Perrine serra les dents en éventrant son gâteau à grands coups de fourchette.

— Pas question de laisser cette idiote partir en vrille...

— Parce qu'elle est compétente ? Ou parce que toi aussi t'es sous le charme ?

— Arrête de te faire des films, Alpha. Ness est une flic hors-paire, et ma meilleure amie.

Charlène soupira, le corps rejeté contre le dossier de sa chaise. Le pied métallique crissa sur le carrelage.

— J'imagine que t'as déjà une idée en tête. Je l'ai su dès l'instant où t'as appelé cette fille Kelly. Moi, je sais que tu n'es pas du genre à t'emmêler les pinceaux.

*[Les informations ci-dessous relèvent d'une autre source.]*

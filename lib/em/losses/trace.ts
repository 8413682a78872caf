/**
 * PCB traces (rectangular copper strips): a stated model, not a published one.
 *
 * DC: R′ = ρ/(w·t). Skin effect: only through the thickness, as the exact 1-D solution of a
 * slab carrying current with equal and opposite fields on its two faces (the isolated-strip
 * limit w ≫ t), which is Dowell's single-layer term for half the thickness:
 *   F_skin = Δ·(sinh 2Δ + sin 2Δ)/(cosh 2Δ − cos 2Δ),  Δ = t/(2δ).
 * It ignores current crowding towards the strip edges, so it is a lower bound on the skin
 * loss (more so for w/t ≲ 10). Proximity: the low-frequency eddy loss of a strip in a uniform
 * transverse field, by Faraday's law with the unperturbed field (derived in
 * docs/methods/losses.md): P′ = σω²μ₀²(Ĥ_n²·w³t + Ĥ_t²·t³w)/24, Ĥ_n normal to the board,
 * Ĥ_t in the board plane across the trace. It holds while w·t ≪ 2δ²; beyond, it overstates the
 * loss (the strip starts to exclude the field) and a warning says so. Marked: model stated by
 * us, accuracy on real boards unverified.
 */

import { MU0 } from "../../constants.ts";
import { skinDepthCore } from "./skinDepth.ts";
import { checkNumbers } from "../inputs.ts";

/** Per-unit-length trace resistances at one frequency. */
export interface TraceResistance {
  /** DC resistance per unit length, Ω/m */
  readonly dc: number;
  /** extra resistance from the slab skin effect, Ω/m */
  readonly skin: number;
  /** factor for the field normal to the board: ΔR′ = normalFactor·h_n² (h per ampere), Ω/m per (A/m)²/A² */
  readonly normalFactor: number;
  /** factor for the in-plane transverse field: ΔR′ = tangentialFactor·h_t², Ω/m per (A/m)²/A² */
  readonly tangentialFactor: number;
  /** true when w·t > 2δ² (the low-frequency proximity formula overstates the loss) */
  readonly beyondThinStrip: boolean;
}

/**
 * Slab skin factor Δ(sinh 2Δ + sin 2Δ)/(cosh 2Δ − cos 2Δ) with Δ = t/(2δ) (hot path).
 * @example slabSkinFactor(0.5) // → 1.0055
 */
export function slabSkinFactor(Delta: number): number {
  checkNumbers("slabSkinFactor", [["Delta", Delta, "nonNegative"]]);
  if (Delta < 0.01) return 1 + (4 * Delta ** 4) / 45;
  if (Delta > 20) return Delta;
  return (Delta * (Math.sinh(2 * Delta) + Math.sin(2 * Delta))) / (Math.cosh(2 * Delta) - Math.cos(2 * Delta));
}

/**
 * Per-unit-length resistance of a PCB trace (hot path, validated inputs).
 * @param width trace width w, m, > 0.
 * @param thickness copper thickness t, m, > 0.
 * @param f frequency, Hz, ≥ 0.
 * @param resistivity Ω·m, > 0.
 * @example traceResistancePerLength(1e-3, 35e-6, 200e3, 1.7241e-8).dc // → 0.49260 Ω/m
 */
export function traceResistancePerLength(width: number, thickness: number, f: number, resistivity: number): TraceResistance {
  checkNumbers("traceResistancePerLength", [["width", width, "positive"], ["thickness", thickness, "positive"], ["f", f, "nonNegative"], ["resistivity", resistivity, "positive"]]);
  const dc = resistivity / (width * thickness);
  if (f === 0) return { dc, skin: 0, normalFactor: 0, tangentialFactor: 0, beyondThinStrip: false };
  const delta = skinDepthCore(f, resistivity);
  const skin = dc * (slabSkinFactor(thickness / (2 * delta)) - 1);
  const sigma = 1 / resistivity;
  const w = 2 * Math.PI * f;
  // ΔR′ = 2P′/Î², P′ = σω²μ₀²Ĥ²·(w³t or t³w)/24
  const k = (2 * sigma * w * w * MU0 * MU0) / 24;
  return {
    dc,
    skin,
    normalFactor: k * width ** 3 * thickness,
    tangentialFactor: k * thickness ** 3 * width,
    beyondThinStrip: width * thickness > 2 * delta * delta,
  };
}
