// lib/circuit/loads/halfWave.ts
var JunctionBranch = class {
  nvt;
  rs;
  is;
  lnIs;
  /** ln of the W argument at u = 0: ln(I_s·r/nV_T) + I_s·r/nV_T */
  y0;
  invNvt;
  i = 0;
  g = 0;
  constructor(is, nvt, rs) {
    this.is = is;
    this.nvt = nvt;
    this.rs = rs;
    this.lnIs = Math.log(is);
    this.y0 = this.lnIs + Math.log(rs / nvt) + is * rs / nvt;
    this.invNvt = 1 / nvt;
  }
  evalAt(u) {
    const w = wOfLog(this.y0 + u * this.invNvt);
    this.i = this.nvt / this.rs * w;
    this.g = w / (this.rs * (1 + w));
  }
  voltageAt(current2) {
    return this.nvt * (Math.log(current2) - this.lnIs) + (current2 - this.is) * this.rs;
  }
  singularVoltage() {
    return this.nvt * (-1 - this.lnIs - Math.log(this.rs / this.nvt)) - this.is * this.rs;
  }
};
var StringBranch = class {
  nvt;
  rs;
  a1;
  i1;
  a2;
  i2;
  lnIeff;
  ieff;
  i = 0;
  g = 0;
  constructor(a1, i1, a2, i2, r) {
    this.a1 = a1;
    this.i1 = i1;
    this.a2 = a2;
    this.i2 = i2;
    this.rs = r;
    this.nvt = a1 + a2;
    this.lnIeff = (a1 * Math.log(i1) + a2 * Math.log(i2)) / (a1 + a2);
    this.ieff = Math.exp(this.lnIeff);
  }
  singularVoltage() {
    return this.nvt * (-1 - this.lnIeff - Math.log(this.rs / this.nvt)) - this.ieff * this.rs;
  }
  voltageAt(i) {
    return this.a1 * Math.log1p(i / this.i1) + this.a2 * Math.log1p(i / this.i2) + this.rs * i;
  }
  evalAt(u) {
    if (u <= 0) {
      this.i = 0;
      this.g = 1 / (this.a1 / this.i1 + this.a2 / this.i2 + this.rs);
      return;
    }
    const w = wOfLog(this.lnIeff + Math.log(this.rs / this.nvt) + (u + this.ieff * this.rs) / this.nvt);
    let i = Math.max(0, this.nvt / this.rs * w - this.ieff);
    let dvdi = 1;
    for (let k = 0; k < 30; k++) {
      const f = this.voltageAt(i) - u;
      dvdi = this.a1 / (this.i1 + i) + this.a2 / (this.i2 + i) + this.rs;
      let next = i - f / dvdi;
      if (next < 0) next = 0.5 * i;
      const done = Math.abs(next - i) <= 1e-15 * Math.max(i, 1e-300) + 1e-300;
      i = next;
      if (done) break;
    }
    this.i = i;
    this.g = 1 / (this.a1 / (this.i1 + i) + this.a2 / (this.i2 + i) + this.rs);
  }
};
var TAIL_FRACTION = 1e-14;
var GRADING = 4;
var FIRST_PANEL = 2;
var NODES = 12;
function halfWaveIntegrals(br, A, offset, out) {
  for (let k = 0; k < 6; k++) out[k] = 0;
  const up = A - offset;
  br.evalAt(up);
  const ip = br.i;
  out[5] = ip;
  if (!(ip > 0)) return;
  const uLow = br.voltageAt(TAIL_FRACTION * ip);
  const thLow = angleOf((uLow + offset) / A);
  const half = Math.PI / 2;
  const zr = (br.singularVoltage() + offset) / A;
  const zi = Math.PI * br.nvt / A;
  complexAsin(zr, zi);
  const centre = Math.min(half, Math.max(thLow, asinRe));
  const d = Math.max(Math.min(Math.abs(asinIm), Math.sqrt(br.nvt / A)), 1e-12);
  let right = centre;
  let width = FIRST_PANEL * d;
  while (right > thLow) {
    let left2 = right - width;
    if (left2 - thLow < width) left2 = thLow;
    panel(br, A, offset, left2, right, out);
    right = left2;
    width *= GRADING;
  }
  let left = centre;
  width = FIRST_PANEL * d;
  while (left < half) {
    let r = left + width;
    if (half - r < width) r = half;
    panel(br, A, offset, left, r, out);
    left = r;
    width *= GRADING;
  }
  for (let k = 0; k < 5; k++) out[k] = 2 * out[k];
}
var asinRe = 0;
var asinIm = 0;
function complexAsin(x, y) {
  const wr = 1 - (x * x - y * y);
  const wi = -2 * x * y;
  const m = Math.hypot(wr, wi);
  const sr = Math.sqrt(Math.max(0, (m + wr) / 2));
  const si = (wi < 0 ? -1 : 1) * Math.sqrt(Math.max(0, (m - wr) / 2));
  const ar = sr - y;
  const ai = x + si;
  asinRe = Math.atan2(ai, ar);
  asinIm = -Math.log(Math.hypot(ar, ai));
}
function angleOf(s) {
  if (s <= 0) return 0;
  if (s >= 1) return Math.PI / 2;
  return Math.asin(s);
}
function panel(br, A, offset, a, b, out) {
  if (!(b > a)) return;
  const { nodes, weights } = gaussLegendre(NODES);
  const h = 0.5 * (b - a);
  const m = 0.5 * (a + b);
  let s1 = 0, s0 = 0, g2 = 0, g1 = 0, g0 = 0;
  for (let k = 0; k < NODES; k++) {
    const th = m + h * nodes[k];
    const s = Math.sin(th);
    br.evalAt(A * s - offset);
    const w = weights[k];
    const i = br.i;
    const g = br.g;
    s1 += w * i * s;
    s0 += w * i;
    g2 += w * g * s * s;
    g1 += w * g * s;
    g0 += w * g;
  }
  out[0] = out[0] + h * s1;
  out[1] = out[1] + h * s0;
  out[2] = out[2] + h * g2;
  out[3] = out[3] + h * g1;
  out[4] = out[4] + h * g0;
}
function reverseHalfIntegrals(br, A, out) {
  const { nodes, weights } = gaussLegendre(16);
  const h = Math.PI / 4;
  let s1 = 0, s0 = 0, g2 = 0;
  for (let k = 0; k < 16; k++) {
    const th = h + h * nodes[k];
    const s = Math.sin(th);
    br.evalAt(-A * s);
    const w = weights[k];
    s1 += w * br.i * s;
    s0 += w * br.i;
    g2 += w * br.g * s * s;
  }
  out[0] = 2 * h * s1;
  out[1] = 2 * h * s0;
  out[2] = 2 * h * g2;
}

— Il n'y a pas trente-six solutions...

Le major se leva et Charlène décela une expression qu'elle n'avait plus lue sur son visage depuis longtemps : les yeux affûtés et les lèvres pincées. Perrine se préparait pour une joute acharnée, un duel qu'elle n'avait visiblement nulle intention de perdre. Cette idée la troublait et, en vérité, lui causait une peine qu'elle s'avouait risible. La jalousie, voilà bien un sentiment qui ne l'avait jamais assaillie. Et pour cause, de mémoire, elle avait toujours eu toute l'attention de Perrine. Elle avait toujours été une rivale suffisante. Vanessa venait-elle de rebattre les cartes ? Alors qu'à ce stade de leur relation tout aurait dû se dérouler pour le mieux, un dilemme pitoyable gangrenait l'âme de la compétitrice. Accroc, devrait-on dire, à la compétition. Façonnée par un indémêlable conditionnement. Plutôt que de jouer dans la même équipe, plutôt que de lui témoigner son soutien à toute épreuve, Charlène tremblait d'envie de contrarier celle qu'elle aimait.